LaBerge: Well, actually, if we return to the slide on alpha activity (see
middle map of top row of Figure 2), what we're seeing is less alpha, a decrease
of alpha at the initiation of lucid dreaming. It's a different question whether
there's a global difference in alpha power in a REM period that has a lucid
dream in it. Your measures were of global alpha power, but these are a
measurement of relative differences in the amount of alpha at different
periods. What we have found is a decrease in the relative amount of alpha at
the initiation of the lucid dream, whereas what your studies showed was that if
you looked at the magnitude of alpha in the lucid or pre-lucid REM period, not
the relative change at initiation, it was higher than for non-lucid REM
periods.
Question:
I want to ask you how the lucidity was initiated.
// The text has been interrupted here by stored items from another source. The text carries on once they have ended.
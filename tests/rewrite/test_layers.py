"""Factored modules: full-rank reproduction, training, compile/export, merge back."""

from __future__ import annotations

import pytest
import torch
from torch import nn

from factorize import decompose
from factorize.rewrite.layers import factor_module, is_factored, to_dense
from factorize.model.sites import matrix_of


def _full_rank(module: nn.Module, kind: str):
    W = matrix_of(module, kind).detach()
    spec = decompose(W, precision="float64")
    B, A = spec.factors(spec.computed_rank)
    return factor_module(module, kind, B, A)


def _transposed():
    pytest.importorskip("transformers")
    from transformers.pytorch_utils import Conv1D

    torch.manual_seed(0)
    return Conv1D(12, 9)


CASES = [
    ("linear", lambda: nn.Linear(9, 12), lambda: torch.randn(4, 9)),
    ("linear", lambda: nn.Linear(12, 5, bias=False), lambda: torch.randn(2, 3, 12)),
    ("conv2d", lambda: nn.Conv2d(3, 8, 3, stride=2, padding=1, dilation=1), lambda: torch.randn(2, 3, 9, 9)),
    ("conv2d", lambda: nn.Conv2d(4, 6, (3, 2), padding=2, dilation=2, bias=False), lambda: torch.randn(1, 4, 7, 8)),
    ("conv2d", lambda: nn.Conv2d(3, 5, 3, padding=1, padding_mode="reflect"), lambda: torch.randn(2, 3, 6, 6)),
    ("conv1d", lambda: nn.Conv1d(5, 7, 4, stride=2, padding=1), lambda: torch.randn(3, 5, 20)),
    ("embedding", lambda: nn.Embedding(30, 6, padding_idx=0), lambda: torch.randint(0, 30, (4, 5))),
    ("transposed", _transposed, lambda: torch.randn(3, 9)),
]


@pytest.mark.parametrize("kind,make,inputs", CASES)
@pytest.mark.parametrize("dtype", [torch.float32, torch.float64])
def test_full_rank_reproduces_outputs(kind, make, inputs, dtype):
    torch.manual_seed(0)
    layer = make().to(dtype)
    x = inputs()
    x = x.to(dtype) if x.is_floating_point() else x
    fac = _full_rank(layer, kind)
    assert is_factored(fac) and fac.rank == min(matrix_of(layer, kind).shape)
    tol = 1e-4 if dtype == torch.float32 else 1e-10
    with torch.no_grad():
        torch.testing.assert_close(fac(x), layer(x), rtol=tol, atol=tol)
        torch.testing.assert_close(to_dense(fac)(x), layer(x), rtol=tol, atol=tol)


def test_truncated_linear_error_matches_eckart_young():
    # Eckart & Young 1936 / Mirsky 1960: weight error of the factored layer = sqrt(sum of discarded s_i^2).
    torch.manual_seed(1)
    lin = nn.Linear(20, 30).double()
    spec = decompose(lin.weight.detach())
    fac = factor_module(lin, "linear", *spec.factors(6))
    err = torch.linalg.matrix_norm(lin.weight - fac.product()).item()
    s = torch.linalg.svdvals(lin.weight.detach())
    assert err == pytest.approx(float((s[6:] ** 2).sum().sqrt()), rel=1e-9)
    assert torch.equal(fac.second.bias, lin.bias)


def test_factored_layer_trains_with_autograd():
    torch.manual_seed(2)
    lin = nn.Linear(16, 16)
    fac = factor_module(lin, "linear", *decompose(lin.weight.detach()).factors(4))
    opt = torch.optim.SGD(fac.parameters(), lr=0.1)
    x, y = torch.randn(64, 16), torch.randn(64, 16)
    losses = []
    for _ in range(5):
        opt.zero_grad()
        loss = ((fac(x) - y) ** 2).mean()
        loss.backward()
        opt.step()
        losses.append(loss.item())
    assert losses[-1] < losses[0]
    assert fac.first.weight.grad is not None and fac.second.weight.grad is not None


def test_torch_export_and_compile():
    torch.manual_seed(3)
    model = nn.Sequential(nn.Linear(8, 16), nn.ReLU(), nn.Linear(16, 4))
    model[0] = factor_module(model[0], "linear", *decompose(model[0].weight.detach()).factors(3))
    x = torch.randn(5, 8)
    exported = torch.export.export(model, (x,))
    torch.testing.assert_close(exported.module()(x), model(x))
    compiled = torch.compile(model, backend="eager")  # graph capture without a C++ toolchain dependency
    torch.testing.assert_close(compiled(x), model(x))


def test_merge_keeps_training_mode_and_dtype():
    lin = nn.Linear(6, 6).to(torch.float64).train()
    fac = _full_rank(lin, "linear")
    dense = to_dense(fac)
    assert isinstance(dense, nn.Linear) and dense.training and dense.weight.dtype == torch.float64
If it was initiated from
waking, clearly this would have made a big difference in terms of alpha. My second
question is about the subject signaling lucidity with eye-movements. How do you
think the data would have been different if he were to have signaled in some
other way, such as by a change in respiration rate, or a clenching of muscles
in the hand?
LaBerge: In answer to your first question, this sample did not include any
lucid dreams initiated from waking. As for your second question, I don't think
the eye-movement signals should make that much difference for the alpha maps,
because most of the eye-movement artifact occurs in the delta band. That, of
course, seriously confounds the delta maps and to a certain extent the theta
maps. In future work we plan to have our computer system automatically
compensate for eye-movement artifact.